Fenomena ini makin terasa sejak masyarakat terbiasa membeli hewan melalui marketplace, media sosial, hingga live streaming. Konsumen cukup melihat foto WhatsApp atau video pendek, lalu mentransfer uang jutaan rupiah tanpa pernah memeriksa langsung kondisi ternak.
Beberapa tahun terakhir, praktik seperti ini memang makin umum. Di sejumlah grup percakapan keluarga, penawaran “titip kurban online” bahkan datang hampir setiap hari menjelang Idul Adha. Masalahnya, kepercayaan sering kali hanya dibangun lewat foto dan testimoni.
Manipulasi Hewan Kurban Jadi Sorotan
Antoni menyoroti adanya praktik penggantian hewan tanpa pemberitahuan, manipulasi bobot ternak, hingga penggunaan foto lama untuk promosi penjualan.
Menurut dia, kondisi tersebut diperparah minimnya kemampuan konsumen memeriksa kesehatan hewan secara langsung sebelum transaksi dilakukan.
Padahal ancaman penyakit ternak seperti Penyakit Mulut dan Kuku, Lumpy Skin Disease, hingga antraks masih menjadi perhatian pemerintah dan otoritas veteriner.
Dalam regulasi pemerintah, hewan kurban wajib memiliki Surat Keterangan Kesehatan Hewan serta lolos pemeriksaan ante-mortem dan post-mortem. Namun implementasi di lapangan dinilai belum konsisten.
Antoni mengatakan persoalan perdagangan kurban modern tidak bisa hanya dibahas dari sisi syariat penyembelihan. Transparansi informasi dan etika bisnis juga menjadi bagian penting dalam menjaga nilai ibadah.

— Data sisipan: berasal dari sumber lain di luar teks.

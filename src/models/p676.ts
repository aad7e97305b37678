/**
 * Attenuation by atmospheric gases — ITU-R P.676.
 *
 * - Specific attenuation: P.676-13 Annex 1, eqs. (1)–(9), line-by-line sum over
 *   the oxygen (Table 1) and water-vapour (Table 2) lines plus the dry continuum.
 * - Slant path: P.676-12 Annex 2, equivalent heights h_o (oxygen, §2.1) and h_w
 *   (water vapour, §2.2), or the water-vapour zenith attenuation from the
 *   integrated content V_t (§2.3).
 *
 * Pressures are dry-air pressures p (hPa); e = ρ T / 216.7 is the water-vapour
 * partial pressure, the total pressure is p + e.
 */
import { checkAtLeast, checkRange, type Interval } from './range.js';
import { DEG } from './constants.js';

export const P676_SPECIFIC_VALIDITY = { frequencyGHz: [1, 1000] as Interval };
/** Annex 2 (P.676-12): 1–1000 GHz (the -12 equivalent heights carry lines up to 834 GHz; from memory). Elevation: see slantPathFactor. */
export const P676_SLANT_VALIDITY = { frequencyGHz: [1, 1000] as Interval, elevationDeg: [0, 90] as Interval };

// P.676-13 Annex 1 Table 1 (oxygen): f0, a1..a6.
const OXYGEN = new Float64Array([
  50.474214, 0.975, 9.651, 6.69, 0.0, 2.566, 6.85,
  50.987745, 2.529, 8.653, 7.17, 0.0, 2.246, 6.8,
  51.50336, 6.193, 7.709, 7.64, 0.0, 1.947, 6.729,
  52.021429, 14.32, 6.819, 8.11, 0.0, 1.667, 6.64,
  52.542418, 31.24, 5.983, 8.58, 0.0, 1.388, 6.526,
  53.066934, 64.29, 5.201, 9.06, 0.0, 1.349, 6.206,
  53.595775, 124.6, 4.474, 9.55, 0.0, 2.227, 5.085,
  54.130025, 227.3, 3.8, 9.96, 0.0, 3.17, 3.75,
  54.67118, 389.7, 3.182, 10.37, 0.0, 3.558, 2.654,
  55.221384, 627.1, 2.618, 10.89, 0.0, 2.56, 2.952,
  55.783815, 945.3, 2.109, 11.34, 0.0, -1.172, 6.135,
  56.264774, 543.4, 0.014, 17.03, 0.0, 3.525, -0.978,
  56.363399, 1331.8, 1.654, 11.89, 0.0, -2.378, 6.547,
  56.968211, 1746.6, 1.255, 12.23, 0.0, -3.545, 6.451,
  57.612486, 2120.1, 0.91, 12.62, 0.0, -5.416, 6.056,
  58.323877, 2363.7, 0.621, 12.95, 0.0, -1.932, 0.436,
  58.446588, 1442.1, 0.083, 14.91, 0.0, 6.768, -1.273,
  59.164204, 2379.9, 0.387, 13.53, 0.0, -6.561, 2.309,
  59.590983, 2090.7, 0.207, 14.08, 0.0, 6.957, -0.776,
  60.306056, 2103.4, 0.207, 14.15, 0.0, -6.395, 0.699,
  60.434778, 2438.0, 0.386, 13.39, 0.0, 6.342, -2.825,
  61.150562, 2479.5, 0.621, 12.92, 0.0, 1.014, -0.584,
  61.800158, 2275.9, 0.91, 12.63, 0.0, 5.014, -6.619,
  62.41122, 1915.4, 1.255, 12.17, 0.0, 3.029, -6.759,
  62.486253, 1503.0, 0.083, 15.13, 0.0, -4.499, 0.844,
  62.997984, 1490.2, 1.654, 11.74, 0.0, 1.856, -6.675,
  63.568526, 1078.0, 2.108, 11.34, 0.0, 0.658, -6.139,
  64.127775, 728.7, 2.617, 10.88, 0.0, -3.036, -2.895,
  64.67891, 461.3, 3.181, 10.38, 0.0, -3.968, -2.59,
  65.224078, 274.0, 3.8, 9.96, 0.0, -3.528, -3.68,
  65.764779, 153.0, 4.473, 9.55, 0.0, -2.548, -5.002,
  66.302096, 80.4, 5.2, 9.06, 0.0, -1.66, -6.091,
  66.836834, 39.8, 5.982, 8.58, 0.0, -1.68, -6.393,
  67.369601, 18.56, 6.818, 8.11, 0.0, -1.956, -6.475,
  67.900868, 8.172, 7.708, 7.64, 0.0, -2.216, -6.545,
  68.431006, 3.397, 8.652, 7.17, 0.0, -2.492, -6.6,
  68.960312, 1.334, 9.65, 6.69, 0.0, -2.773, -6.65,
  118.750334, 940.3, 0.01, 16.64, 0.0, -0.439, 0.079,
  368.498246, 67.4, 0.048, 16.4, 0.0, 0.0, 0.0,
  424.76302, 637.7, 0.044, 16.4, 0.0, 0.0, 0.0,
  487.249273, 237.4, 0.049, 16.0, 0.0, 0.0, 0.0,
  715.392902, 98.1, 0.145, 16.0, 0.0, 0.0, 0.0,
  773.83949, 572.3, 0.141, 16.2, 0.0, 0.0, 0.0,
  834.145546, 183.1, 0.145, 14.7, 0.0, 0.0, 0.0,
]);

// P.676-13 Annex 1 Table 2 (water vapour): f0, b1..b6 (the 1780 GHz pseudo-line included).
const WATER = new Float64Array([
  22.23508, 0.1079, 2.144, 26.38, 0.76, 5.087, 1.0,
  67.80396, 0.0011, 8.732, 28.58, 0.69, 4.93, 0.82,
  119.99594, 0.0007, 8.353, 29.48, 0.7, 4.78, 0.79,
  183.310087, 2.273, 0.668, 29.06, 0.77, 5.022, 0.85,
  321.22563, 0.047, 6.179, 24.04, 0.67, 4.398, 0.54,
  325.152888, 1.514, 1.541, 28.23, 0.64, 4.893, 0.74,
  336.227764, 0.001, 9.825, 26.93, 0.69, 4.74, 0.61,
  380.197353, 11.67, 1.048, 28.11, 0.54, 5.063, 0.89,
  390.134508, 0.0045, 7.347, 21.52, 0.63, 4.81, 0.55,
  437.346667, 0.0632, 5.048, 18.45, 0.6, 4.23, 0.48,
  439.150807, 0.9098, 3.595, 20.07, 0.63, 4.483, 0.52,
  443.018343, 0.192, 5.048, 15.55, 0.6, 5.083, 0.5,
  448.001085, 10.41, 1.405, 25.64, 0.66, 5.028, 0.67,
  470.888999, 0.3254, 3.597, 21.34, 0.66, 4.506, 0.65,
  474.689092, 1.26, 2.379, 23.2, 0.65, 4.804, 0.64,
  488.490108, 0.2529, 2.852, 25.86, 0.69, 5.201, 0.72,
  503.568532, 0.0372, 6.731, 16.12, 0.61, 3.98, 0.43,
  504.482692, 0.0124, 6.731, 16.12, 0.61, 4.01, 0.45,
  547.67644, 0.9785, 0.158, 26.0, 0.7, 4.5, 1.0,
  552.02096, 0.184, 0.158, 26.0, 0.7, 4.5, 1.0,
  556.935985, 497.0, 0.159, 30.86, 0.69, 4.552, 1.0,
  620.700807, 5.015, 2.391, 24.38, 0.71, 4.856, 0.68,
  645.766085, 0.0067, 8.633, 18.0, 0.6, 4.0, 0.5,
  658.00528, 0.2732, 7.816, 32.1, 0.69, 4.14, 1.0,
  752.033113, 243.4, 0.396, 30.86, 0.68, 4.352, 0.84,
  841.051732, 0.0134, 8.177, 15.9, 0.33, 5.76, 0.45,
  859.965698, 0.1325, 8.055, 30.6, 0.68, 4.09, 0.84,
  899.303175, 0.0547, 7.914, 29.85, 0.68, 4.53, 0.9,
  902.611085, 0.0386, 8.429, 28.65, 0.7, 5.1, 0.95,
  906.205957, 0.1836, 5.11, 24.08, 0.7, 4.7, 0.53,
  916.171582, 8.4, 1.441, 26.73, 0.7, 5.15, 0.78,
  923.112692, 0.0079, 10.293, 29.0, 0.7, 5.0, 0.8,
  970.315022, 9.009, 1.919, 25.5, 0.64, 4.94, 0.67,
  987.926764, 134.6, 0.257, 29.85, 0.68, 4.55, 0.9,
  1780.0, 17506.0, 0.952, 196.3, 2.0, 24.15, 5.0,
]);

/** Line shape factor F_i — P.676-13 Annex 1. */
function lineShape(f: number, fi: number, df: number, delta: number): number {
  return (f / fi) * ((df - delta * (fi - f)) / ((fi - f) ** 2 + df * df)
    + (df - delta * (fi + f)) / ((fi + f) ** 2 + df * df));
}

/** N''_ox = Σ S_i F_i + N''_D (P.676-13 Annex 1), p dry and e in hPa. */
function oxygenImaginaryRefractivity(f: number, p: number, e: number, theta: number): number {
  let sum = 0;
  for (let j = 0; j < OXYGEN.length; j += 7) {
    const fi = OXYGEN[j], a1 = OXYGEN[j + 1], a2 = OXYGEN[j + 2], a3 = OXYGEN[j + 3];
    const a4 = OXYGEN[j + 4], a5 = OXYGEN[j + 5], a6 = OXYGEN[j + 6];
    const s = a1 * 1e-7 * p * theta ** 3 * Math.exp(a2 * (1 - theta));
    let df = a3 * 1e-4 * (p * theta ** (0.8 - a4) + 1.1 * e * theta);
    df = Math.sqrt(df * df + 2.25e-6); // Zeeman splitting of the oxygen lines (P.676-13 Annex 1)
    const delta = (a5 + a6 * theta) * 1e-4 * (p + e) * theta ** 0.8;
    sum += s * lineShape(f, fi, df, delta);
  }
  // Dry continuum (P.676-13 Annex 1).
  const d = 5.6e-4 * (p + e) * theta ** 0.8;
  const nd = f * p * theta * theta * (6.14e-5 / (d * (1 + (f / d) ** 2))
    + (1.4e-12 * p * theta ** 1.5) / (1 + 1.9e-5 * f ** 1.5));
  return sum + nd;
}

/** N''_wv = Σ S_i F_i (P.676-13 Annex 1), δ = 0 for water lines. */
function waterImaginaryRefractivity(f: number, p: number, e: number, theta: number): number {
  let sum = 0;
  for (let j = 0; j < WATER.length; j += 7) {
    const fi = WATER[j], b1 = WATER[j + 1], b2 = WATER[j + 2], b3 = WATER[j + 3];
    const b4 = WATER[j + 4], b5 = WATER[j + 5], b6 = WATER[j + 6];
    const s = b1 * 1e-1 * e * theta ** 3.5 * Math.exp(b2 * (1 - theta));
    let df = b3 * 1e-4 * (p * theta ** b4 + b5 * e * theta ** b6);
    df = 0.535 * df + Math.sqrt(0.217 * df * df + (2.1316e-12 * fi * fi) / theta); // Doppler broadening
    sum += s * lineShape(f, fi, df, 0);
  }
  return sum;
}

export interface GasSpecificAttenuation { oxygenDBPerKm: number; waterDBPerKm: number; totalDBPerKm: number }

export interface GasAtmosphere {
  frequencyGHz: number;
  /** Dry-air pressure p (hPa). */
  pressureDryHPa: number;
  temperatureK: number;
  waterVapourDensityGM3: number;
}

Usulan “Paspor Digital” Hewan Kurban
Ia mendorong lahirnya sistem “paspor digital hewan kurban” berbasis QR Code untuk memperkuat perlindungan konsumen.
Lewat sistem itu, masyarakat dapat memeriksa asal ternak, status vaksinasi, usia hewan, hingga identitas peternak hanya melalui ponsel.
Menurut Antoni, marketplace juga harus ikut bertanggung jawab karena memperoleh keuntungan ekonomi dari perdagangan hewan kurban digital.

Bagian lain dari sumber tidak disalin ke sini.